I need to use linear regression on a sparse matrix. I have been getting poor results, so I decided to test it on a non-sparse matrix represented sparsely. The data is taken from https://www.analyticsvidhya.com/blog/2021/05/multiple-linear-regression-using-python-and-scikit-learn/.
I have generated max-normalized values for some of the columns. The CSV file is here: https://drive.google.com/file/d/17wHv1Cc3RKgshprIKTcWUSxZOWlG68__/view?usp=sharing
Running normal linear regression works fine. Sample code:
df = pd.read_csv("maxnorm_50_Startups.csv")
y = pd.DataFrame()
y = df['Profit']
x = pd.DataFrame()
x = df.drop('Profit', axis=1)
x_train, x_test, y_train, y_test = train_test_split(x, y, test_size=0.2)
LR = LinearRegression()
LR.fit(x_train, y_train)
y_prediction = LR.predict(x_test)
score=r2_score(y_test, y_prediction)
print('r2 score is', score)
with sample result:
r2 score is 0.9683831928840445
I want to repeat this with a sparse matrix. I convert the CSV to a sparse representation: https://drive.google.com/file/d/1CFWbBbtiSqTSlepGuYXsxa00MSHOj-Vx/view?usp=sharing
Here is my code to do linear regression on it:
df = pd.read_csv("maxnorm_50_Startups_relational.csv")

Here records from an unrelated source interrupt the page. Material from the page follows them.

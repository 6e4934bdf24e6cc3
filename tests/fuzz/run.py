"""Fuzzing by one command: `python tests/fuzz/run.py --count N --seed S`. Exit status 1 where a fault was found.

Each changed board goes through the whole command line in this process. Faults are told once a kind, with the number
that repeats the case (`--only`), and kept in `--keep`. Field solutions are kept from board to board, and but one board
in `--solve-every` has new sections solved in truth: the solver would take nine tenths of the time, and what a board
file can break lies before it. With `--atheris` the library of that name, where installed, chooses the changes.
"""

from __future__ import annotations

import argparse
import os
import sys
import tempfile
import time
from collections import Counter
from pathlib import Path
from random import Random
from typing import Any

for _threads in ("OPENBLAS_NUM_THREADS", "OMP_NUM_THREADS"):
    os.environ.setdefault(_threads, "1")
sys.path.insert(0, str(Path(__file__).resolve().parents[2]))

from pairrules import pipeline  # noqa: E402  the paths and threads come first
from pairrules.running import pair_stage  # noqa: E402
from tests.fuzz.corpus import Input, drawn  # noqa: E402
from tests.fuzz.one_input import Outcome, outcome  # noqa: E402

_MOST_KEPT = 20_000


def case(seed: int, number: int) -> Input:
    """The case of that number: all follows from the two."""
    return drawn(Random(f"{seed}:{number}"))


def main() -> int:
    """Run, tell what came of it."""
    parser = argparse.ArgumentParser(description=__doc__)
    parser.add_argument("--count", type=int, default=1000)
    parser.add_argument("--seed", type=int, default=1)
    parser.add_argument("--first", type=int, default=0)
    parser.add_argument("--only", type=int, help="run the case of this number alone and say what became of it")
    parser.add_argument("--solve-every", type=int, default=10)
    parser.add_argument("--keep", type=Path, help="folder for the inputs of faults")
    parser.add_argument("--atheris", action="store_true")
    chosen = parser.parse_args()
    with tempfile.TemporaryDirectory() as folder:
        run = Run(Path(folder) / "case", chosen.keep, chosen.solve_every)
        if chosen.atheris:
            return guided(run, chosen.count, chosen.seed)
        numbers = range(chosen.first, chosen.first + chosen.count) if chosen.only is None else (chosen.only,)
        for number in numbers:
            found = run.one(f"{chosen.seed}-{number}", case(chosen.seed, number), number)
            if chosen.only is not None:
                print(found)
            elif run.done % 5000 == 0:
                print(run.told(), flush=True)
    print(run.told())
    return 1 if run.faults else 0


class Run:
    """A run: outcomes counted, faults told once a kind."""

    def __init__(self, folder: Path, keep: Path | None, solve_every: int) -> None:
        self.folder, self.keep, self.solve_every = folder, keep, max(1, solve_every)
        self.done = 0
        self.slowest = (0.0, "")
        self.statuses: Counter[int] = Counter()
        self.faults: Counter[str] = Counter()
        self.begun = time.perf_counter()
        self.solver = Sections()

    def one(self, name: str, given: Input, number: int) -> Outcome:
        """One case, `name` for messages."""
        self.solver.real = number % self.solve_every == 0
        found = outcome(self.folder, given.board, settings=given.settings, waivers=given.waivers, form=given.form)
        self.done += 1
        self.statuses[found.status] += 1
        self.slowest = max(self.slowest, (found.seconds, name))
        if found.fault:
            kind = found.fault
            if not self.faults[kind]:
                print(f"{name} ({given.form}): {kind}", flush=True)
                if self.keep is not None:
                    self.keep.mkdir(parents=True, exist_ok=True)
                    (self.keep / f"{name}.board").write_bytes(given.board)
                    for what, data in (("settings", given.settings), ("waivers", given.waivers)):
                        if data is not None:
                            (self.keep / f"{name}.{what}.yaml").write_bytes(data)
            self.faults[kind] += 1
        return found

    def told(self) -> str:
        """How far, with what outcomes."""
        rate = self.done / max(1e-9, time.perf_counter() - self.begun)
        statuses = ", ".join(f"{count} ended with {status}" for status, count in sorted(self.statuses.items()))
        slow = f"the slowest {self.slowest[1]} took {self.slowest[0]:.2f} s"
        return f"{self.done} cases ({rate:.0f}/s): {statuses}; {sum(self.faults.values())} faults; {slow}"


class Sections(dict[Any, Any]):
    """Field solutions kept over boards; where not `real`, one of a section with like conductors stands for a new one.

    Settings that were read before are kept too: they take a quarter of a small board's time.
    """

    def __init__(self) -> None:
        super().__init__()
        self.real = True
        self.likes: dict[tuple[str, ...], Any] = {}
        solve = pair_stage.electricals

        def electricals(*arguments: Any, **named: Any) -> Any:
            return solve(*arguments, **{**named, "store": self})

        pair_stage.electricals = electricals
        read, settings = pipeline.read_settings, dict[bytes, Any]()

        def read_settings(path: Path | None, **named: Any) -> Any:
            key = b"" if path is None else path.read_bytes()
            if key not in settings:
                if len(settings) > _MOST_KEPT // 100:
                    settings.clear()
                settings[key] = read(path, **named)
            return settings[key]

        pipeline.read_settings = read_settings

    def get(self, section: Any, default: Any = None) -> Any:
        found = super().get(section, default)
        return self.likes.get(_roles(section)) if found is None and not self.real else found

    def __setitem__(self, section: Any, solution: Any) -> None:
        self.likes.setdefault(_roles(section), solution)
        if len(self) < _MOST_KEPT:
            super().__setitem__(section, solution)


def _roles(section: Any) -> tuple[str, ...]:
    return tuple(one.role for one in section.conductors)


class Choices(Random):
    """Random choices that a string of bytes makes, so that a changed byte changes a choice; zeros after its end."""

    def __init__(self, data: bytes) -> None:
        super().__init__(0)
        self.data, self.place = data, 0

    def getrandbits(self, k: int, /) -> int:
        size = -(-k // 8)
        taken = self.data[self.place : self.place + size].ljust(size, b"\0")
        self.place += size
        return int.from_bytes(taken, "little") >> (8 * size - k)

    def random(self) -> float:
        return self.getrandbits(53) / 2**53


def guided(run: Run, count: int, seed: int) -> int:
    """Changes chosen by the library atheris from what they reach; it stops at the first fault and keeps its bytes."""
    try:
        import atheris
    except ImportError:
        print("atheris is not installed; `pip install atheris`, or leave --atheris out", file=sys.stderr)
        return 2

    def one(data: bytes) -> None:
        found = run.one(data.hex()[:40], drawn(Choices(data)), run.done)
        if found.fault:
            raise AssertionError(found.fault)

    atheris.instrument_all()
    atheris.Setup([sys.argv[0], f"-runs={count}", f"-seed={seed}", "-max_len=400", "-len_control=0"], one)
    atheris.Fuzz()
    return 0


if __name__ == "__main__":
    sys.exit(main())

df['x'] = pd.to_numeric(df['x'], errors='raise')
m = len(df.x.unique())
for i in range(0, m): # randomize the 'x' values to randomize train test split
n = random.randint(0, m)
df.loc[df['x'] == n, 'x'] = m
df.loc[df['x'] == i, 'x'] = n
df.loc[df['x'] == m, 'x'] = i
y = pd.DataFrame()
y = df[df['feature'] == 'Profit']
x = pd.DataFrame()
x = df[df['feature'] != 'Profit']
y = y.drop('feature', axis=1)
x['feat'] = pd.factorize(x['feature'])[0] # sparse matrix code below can't work with strings
x_train = pd.DataFrame()
x_train = x[x['x'] <= 39]
x_test = pd.DataFrame()
x_test = x[x['x'] >= 40]
y_train = pd.DataFrame()
y_train = y[y['x'] <= 39]
y_test = pd.DataFrame()
y_test = y[y['x'] >= 40]
x_test['x'] = x_test['x'] - 40 # sparse matrix assumes that if something is numbered 50
y_test['x'] = y_test['x'] - 40 # there must be 50 records. there are 10. so renumber to 10
x_train_sparse = scipy.sparse.coo_matrix((x_train.value, (x_train.x, x_train.feat)))
# print(x_train_sparse.todense())
x_test_sparse = scipy.sparse.coo_matrix((x_test.value, (x_test.x, x_test.feat)))
LR = LinearRegression()
LR.fit(x_train_sparse, y_train)
y_prediction = LR.predict(x_test_sparse)
score = r2_score(y_test, y_prediction)
print('r2 score is', score)
Running this, I get negative R2 scores, such as:
r2 score is -10.794519939249602
meaning the linear regression is not working. I don't know where I am going wrong. I tried implementing the linear regression equations myself instead of using the library functions, and I still get negative r2 score. What is my mistake?
Linear Regression
performs poorly on sparse data.
There are other linear algorithms like Ridge
, Lasso
, Bayesian Ridge
and ElasticNet
that performs equally on both dense and sparse data. These algorithms are similar to linear regression but their loss function contains an extra penality term.
There are some non linear algorithms like RandomForestRegressor
, GradientBoostingRegressor
, ExtraTreesRegressor
, XGBoostRegressor
etc. that also performs equally on sparse and dense matrix.
I would recommend you to use these algorithms rather than simple linear regression.